Workforce Heroes: Celebrating employees & businesses

Workforce Heroes: Celebrating employees & businesses

Healthy, happy and prosperous New Year.

We start 2021 with hope that this year will be brighter than the last.

But also with pride that we are in many ways stronger for what we’ve been through.

The pandemic has had a huge impact on people’s lives, livelihood, work and job market in Brantford, Brant, Haldimand, Norfolk, Six Nations and New Credit.

2020 was a difficult year for our businesses and the workforce, with disruptive changes, from people working fewer hours, more hours or from home, to layoffs and business closures.

Not to mention the increased risk and fear that has come with conducting our work.  We recognize that every member of Grand Erie’s workforce, from front-line essential workers to those who lost work as a result of the pandemic, and everyone in between, struggled.

Some people are still coping with unemployment. Some businesses are still struggling to stay afloat.

But as difficult as 2020 was, our Grand Erie community has shown its resilience and a generosity to help each other.  That’s something to be proud of.

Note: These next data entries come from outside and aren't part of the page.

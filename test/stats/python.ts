// Runs reference computations in Debian's Python (python3-scipy, python3-mpmath).
// Tests that need it skip visibly when it is missing (CI always has it).
import { spawnSync } from "node:child_process";
import { existsSync } from "node:fs";

const PYTHON = "/usr/bin/python3";

/** Why SciPy cannot be used here, or null when it can. */
export const scipyMissing: string | null = (() => {
  if (!existsSync(PYTHON)) return `${PYTHON} not found`;
  const probe = spawnSync(PYTHON, ["-c", "import scipy, mpmath"], { encoding: "utf8" });
  return probe.status === 0 ? null : "python3-scipy or python3-mpmath is not installed";
})();

if (scipyMissing) console.warn(`SKIPPING SciPy reference checks: ${scipyMissing}`);

/** Runs `script` with the JSON `input` on stdin (as `data`), returns the JSON it prints. */
export function python<T>(script: string, input: unknown): T {
  const prelude = "import json, sys\ndata = json.load(sys.stdin)\n";
  const run = spawnSync(PYTHON, ["-c", prelude + script], { input: JSON.stringify(input), encoding: "utf8", maxBuffer: 1 << 26 });
  if (run.status !== 0) throw new Error(`python failed: ${run.stderr}`);
  return JSON.parse(run.stdout) as T;
}

/** Relative closeness with an absolute floor; the message shows input, got, expected, tolerance. */
export function expectClose(got: number, expected: number, rel: number, what: string, abs = 0): void {
  const tol = Math.max(rel * Math.abs(expected), abs);
  if (!(Math.abs(got - expected) <= tol)) {
    throw new Error(`${what}: got ${got}, expected ${expected}, tolerance ${tol}`);
  }
}
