/**
 * Rows of a region → one profile along the fringe normal: each row is sampled at
 * u = (x − xc) cos θ + (y − yc) sin θ by linear interpolation and the samples are averaged.
 */
import type { RegionOfInterest } from "./frameToLine.js";

/** Row average along the fringe normal, with the flags of samples that touched saturated pixels. */
export interface Averaged {
  pixel: Float64Array;
  y: Float64Array;
  sigma: Float64Array;
  mask: Uint8Array;
  saturatedFlag: Uint8Array;
  masked: number;
}

/**
 * Samples every row along the fringe normal u = (x − xc) cos θ + (y − yc) sin θ (linear
 * interpolation along the row) and averages over rows; σ from the mean square second
 * difference between rows (a generalisation of the successive-difference estimator of von
 * Neumann et al. 1941, Ann. Math. Stat. 12, 153), which ignores slow changes along the fringes.
 * @param values        row-major pixels of the region
 * @param flags         1 saturated, 2 unusable (bad flat), 0 fine
 * @param roi           the region (its x gives the pixel numbers of the output)
 * @param tilt          angle of the fringe normal from the rows (rad)
 * @param maskSaturated leave out and mask samples touching saturated pixels
 * @param yOffset       shift of the rotation centre in rows (used when averaging half a region)
 * @param varianceFloor smallest per-pixel variance (e.g. 1/12 code² of quantisation)
 */
export function averageRows(values: Float32Array, flags: Uint8Array, roi: RegionOfInterest, tilt: number, maskSaturated: boolean, yOffset = 0, varianceFloor = 0): Averaged {
  const { width: w, height: h } = roi;
  const xc = (w - 1) / 2;
  const yc = (h - 1) / 2 - yOffset;
  const cos = Math.cos(tilt);
  const sin = Math.sin(tilt);
  const sum = new Float64Array(w);
  const count = new Float64Array(w);
  const diff2 = new Float64Array(w);
  const diffCount = new Float64Array(w);
  const previous = new Float64Array(w).fill(NaN);
  const beforePrevious = new Float64Array(w).fill(NaN);
  const saturatedFlag = new Uint8Array(w);
  for (let r = 0; r < h; r++) {
    const shift = (r - yc) * sin;
    const row = r * w;
    // x(k) = xc + (k − xc − shift)/cos θ, a straight line in k.
    const x0 = xc - (xc + shift) / cos;
    const dx = 1 / cos;
    for (let k = 0; k < w; k++) {
      const x = x0 + k * dx;
      const c0 = Math.floor(x);
      if (c0 < 0 || c0 > w - 1 || (c0 === w - 1 && x > c0)) {
        previous[k] = NaN;
        beforePrevious[k] = NaN;
        continue;
      }
      const t = x - c0;
      const c1 = t > 0 ? c0 + 1 : c0;
      if (flags[row + c0] !== 0 || flags[row + c1] !== 0) {
        if (flags[row + c0] === 1 || flags[row + c1] === 1) saturatedFlag[k] = 1;
        if (maskSaturated || flags[row + c0] === 2 || flags[row + c1] === 2) {
          previous[k] = NaN;
          beforePrevious[k] = NaN;
          continue;
        }
      }
      const v = (values[row + c0] as number) * (1 - t) + (values[row + c1] as number) * t;
      sum[k] = (sum[k] as number) + v;
      count[k] = (count[k] as number) + 1;
      // Second difference along the column: a straight-line change of intensity along the
      // fringes cancels; for independent noise of variance σ², E[(v − 2p + q)²] = 6σ².
      const p = previous[k] as number;
      const q = beforePrevious[k] as number;
      if (!Number.isNaN(p) && !Number.isNaN(q)) {
        const d = v - 2 * p + q;
        diff2[k] = (diff2[k] as number) + d * d;
        diffCount[k] = (diffCount[k] as number) + 1;
      }
      beforePrevious[k] = p;
      previous[k] = v;
    }
  }
  const pixel = new Float64Array(w);
  const y = new Float64Array(w);
  const sigma = new Float64Array(w);
  const mask = new Uint8Array(w);
  let masked = 0;
  // Pooled noise for columns with too few row pairs to estimate their own.
  let pooled = 0, pooledCount = 0;
  for (let k = 0; k < w; k++) { pooled += diff2[k] as number; pooledCount += diffCount[k] as number; }
  const pooledVar = pooledCount > 0 ? pooled / (6 * pooledCount) : 0;
  for (let k = 0; k < w; k++) {
    pixel[k] = roi.x + k;
    const n = count[k] as number;
    if (n === 0) {
      y[k] = 0;
      sigma[k] = Math.sqrt(Math.max(pooledVar, varianceFloor, 1e-300)); // placeholder; the sample is masked
      if (saturatedFlag[k]) masked++;
      continue;
    }
    y[k] = (sum[k] as number) / n;
    const variance = (diffCount[k] as number) >= 4 ? (diff2[k] as number) / (6 * (diffCount[k] as number)) : pooledVar;
    sigma[k] = Math.sqrt(Math.max(variance, varianceFloor, 1e-300) / n);
    mask[k] = 1;
    if (saturatedFlag[k] && maskSaturated) { mask[k] = 0; masked++; }
  }
  return { pixel, y, sigma, mask, saturatedFlag, masked };
}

The Workforce Planning Board’s vision of “A skilled, resilient workforce contributing to dynamic communities and their economies” has been apt.

Workers have adapted to do their jobs differently, from wearing masks to working online. Businesses have had to be flexible, creative and resourceful, doing things differently, more virtually.

Today, as we begin a new year with fresh hope, the Workforce Planning Board celebrates just a few of the area businesses and their workforces that demonstrated resiliency and generosity in the face of the COVID-19 pandemic. There are many other great examples out there. We’re telling the stories of five in our Workforce Heroes series:

Workforce Heroes: Battlefield International

Workforce Heroes: Battlefield International

When there were dire warnings last year about a potential shortage of ventilators to treat Canadians with COVID-19, Battlefield International’s employees rose to the challenge.

Highly skilled staff at the Haldimand County high-tech aerospace company volunteered their time to produce a Manual Ventilator Automation Control (MVAC) device in a matter of weeks.

The Workforce Planning Board is celebrating Battlefield International as one of the local businesses whose employees are Workforce Heroes.

The MVAC would allow patients recovering from COVID-19 to get assistance to breathe properly while still having some “manual” control of the machine. The machine switches to automatic mode if a patient doesn’t take a breath within a set amount of time.

“Our employees were all eager to sacrifice their personal lives to do whatever was required of them to help,” said President Steve Fenton.

The parent of one of the firm’s designers, Sandy Vermeulen, suggested Battlefield consider designing a ventilator that could be used if hospitals ran short.

Meanwhile, Dr Shanker Nesathurai, Haldimand-Norfolk’s Medical Officer of Health, approached Fenton to discuss the same idea.

Battlefield workers, with Cam Brouwer taking the design lead, quickly got to work, researching manual devices with an automatic function.

Dr. Nesathurai put Battlefield in touch with respiratory therapists at Hamilton Health Sciences, who visited the firm’s Cayuga plant to share their expertise.

The respiratory therapists gave Battlefield several ventilators to study, along with tubing and other needed supplies.

Battlefield had a functioning prototype ready within 38 hours. More refinements were made. Needing help with the delicate wiring, Battlefield turned to Mike Montgomery of Alectra Utilities, who paid him while working on the project, and Adam Harrison, owner of AMCorp Technologies of Caledonia.
Soon after, Battlefield manufactured 100 of the MVACs, which were ready to be deployed for emergency use in health care facilities in Haldimand-Norfolk and Hamilton.

Fenton emphasizes that the ventilator was a team effort, including suppliers who stepped up: Cayuga Cabinets in Cayuga, Barlow Manufacturing in Stoney Creek, Aluminum Surface Technologies in Burlington, and IPEC Automation in Concord.

In all, the ventilator took 8 weeks to go from an idea to a completed machine.

The ventilators weren’t needed during COVID-19’s first wave and Fenton hopes they won’t be in future.